Chen B P, Hai T
Ohio State Biochemistry Program, Ohio State University, Columbus 43210.
Gene. 1994 Feb 11;139(1):73-5. doi: 10.1016/0378-1119(94)90525-8.
We have constructed two convenient vectors to produce foreign proteins in Escherichia coli. The first vector was developed to produce histidine (His)-tagged fusion proteins.

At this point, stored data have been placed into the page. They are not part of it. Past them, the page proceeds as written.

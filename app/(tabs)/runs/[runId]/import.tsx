import { ImportScreen } from '@/components/shell/lazy-screens';

export default function Import() {
  return <ImportScreen />;
}
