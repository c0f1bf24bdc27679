import { createHash, randomUUID } from 'node:crypto';
import { channels, rigRevisions, rigs } from '@/db/schema';
import { one, type Database } from '@/server/store/database';
import { createLab } from '@/server/store/labs';
import { addMember, createUser, type User } from '@/server/store/people';
import { insertRun } from '@/server/store/run-store';
import type { RunStart } from '@/shared/archive/run-records';
import type { Role } from '@/shared/contracts/roles';
import type { ProtocolDocument } from '@/shared/protocol/document';
import { demoRigWide } from '@/shared/rig/demo-rigs';

/** An evening in an invented lab: rows that store tests stand on. */
export const eveningUtcMs = Date.parse('2031-05-06T20:00:00Z');
export const sha256 = (text: string) => createHash('sha256').update(text, 'utf8').digest('hex');

export const makeLab = (db: Database, name = 'Quillfen Gravity Laboratory') =>
  createLab(db, { name, timeZone: 'Europe/Zurich', nowUtcMs: eveningUtcMs });

export async function makeUser(db: Database, name = 'Ilse Marrow'): Promise<User> {
  const user = await createUser(db, {
    name,
    email: `${name.split(' ')[0]}.${randomUUID().slice(0, 8)}@quillfen.example`,
    passwordHash: 'none',
    nowUtcMs: eveningUtcMs,
  });
  if (user === null) throw new Error('the address is taken');
  return user;
}

export async function makeMember(db: Database, labId: string, role: Role): Promise<User> {
  const user = await makeUser(db, `Member ${role}`);
  await addMember(db, { labId, userId: user.id, role, nowUtcMs: eveningUtcMs });
  return user;
}

export async function makeRig(db: Database, labId: string): Promise<string> {
  const user = await makeUser(db);
  const rig = one(await db.insert(rigs).values({ labId, name: 'North bench', revision: 1, createdAt: eveningUtcMs }).returning());
  await db.insert(rigRevisions).values({
    labId,
    rigId: rig.id,
    number: 1,
    name: rig.name,
    document: demoRigWide,
    reason: 'first',
    madeAt: eveningUtcMs,
    madeById: user.id,
    madeBy: user.name,
  });
  return rig.id;
}

export async function makeChannel(db: Database, labId: string, rigId: string): Promise<string> {
  const row = one(
    await db
      .insert(channels)
      .values({
        labId,
        rigId,
        name: 'deflection',
        quantity: 'angle',
        unit: 'rad',
        role: 'deflection',
        source: 'simulated',
        createdAt: eveningUtcMs,
      })
      .returning(),
  );
  return row.id;
}

const protocol: ProtocolDocument = {
  formatVersion: 1,
  name: 'One swing',
  steps: [{ kind: 'home' }, { kind: 'swing', to: 'near' }],
} as ProtocolDocument;

export const runStart = (labId: string, rigId: string, changes: Partial<RunStart> = {}): RunStart => ({
  labId,
  runId: randomUUID(),
  rigId,
  rigName: 'North bench',
  rigRevision: 1,
  protocolName: protocol.name,
  protocolRevision: 1,
  rig: demoRigWide,
  protocol,
  massSetLabel: 'lead',
  timeZone: 'Europe/Zurich',
  operator: 'Ilse Marrow',
  notes: '',
  arm: null,
  simulated: null,
  ...changes,
});

export async function makeRun(db: Database, start: RunStart): Promise<boolean> {
  return insertRun(db, {
    start,
    protocolId: null,
    massSetId: null,
    startedById: null,
    state: 'starting',
    nowUtcMs: eveningUtcMs,
    predictedEndUtcMs: null,
  });
}
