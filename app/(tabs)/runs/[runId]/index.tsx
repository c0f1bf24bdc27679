import { RunScreen } from '@/components/shell/lazy-screens';

export default function Run() {
  return <RunScreen />;
}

In addition to encoding six contiguous His residues, it contains three unique restriction sites that allow cloning of a blunt-ended DNA fragment in three different reading frames. Therefore, one can clone any gene of interest in this vector to make a fusion protein tagged with six His at the N terminus. The His-tag allows purification of the fusion protein to almost homogeneity by a nickel-chelating column in a single step. The second vector is a derivative of the first vector; it encodes two tandem phosphorylation sites for heart muscle kinase (HMK) immediately downstream from the His residues. Therefore, the resulting fusion protein can be radiolabeled using [gamma-32P]ATP and HMK in vitro. The labeled protein can then be used as a probe to detect protein-protein interaction.
我们构建了两种便捷的载体,用于在大肠杆菌中生产外源蛋白。第一种载体用于生产带有组氨酸(His)标签的融合蛋白。除了编码六个连续的His残基外,它还包含三个独特的限制性酶切位点,可在三个不同的阅读框中克隆平端DNA片段。因此,人们可以将任何感兴趣的基因克隆到该载体中,以制备在N端带有六个His标签的融合蛋白。His标签能够通过镍螯合柱在一步操作中将融合蛋白纯化至几乎均一的状态。第二种载体是第一种载体的衍生物;它在His残基的紧邻下游编码两个用于心肌激酶(HMK)的串联磷酸化位点。因此,所得到的融合蛋白可以在体外使用[γ-32P]ATP和HMK进行放射性标记。然后,标记后的蛋白可作为探针用于检测蛋白质-蛋白质相互作用。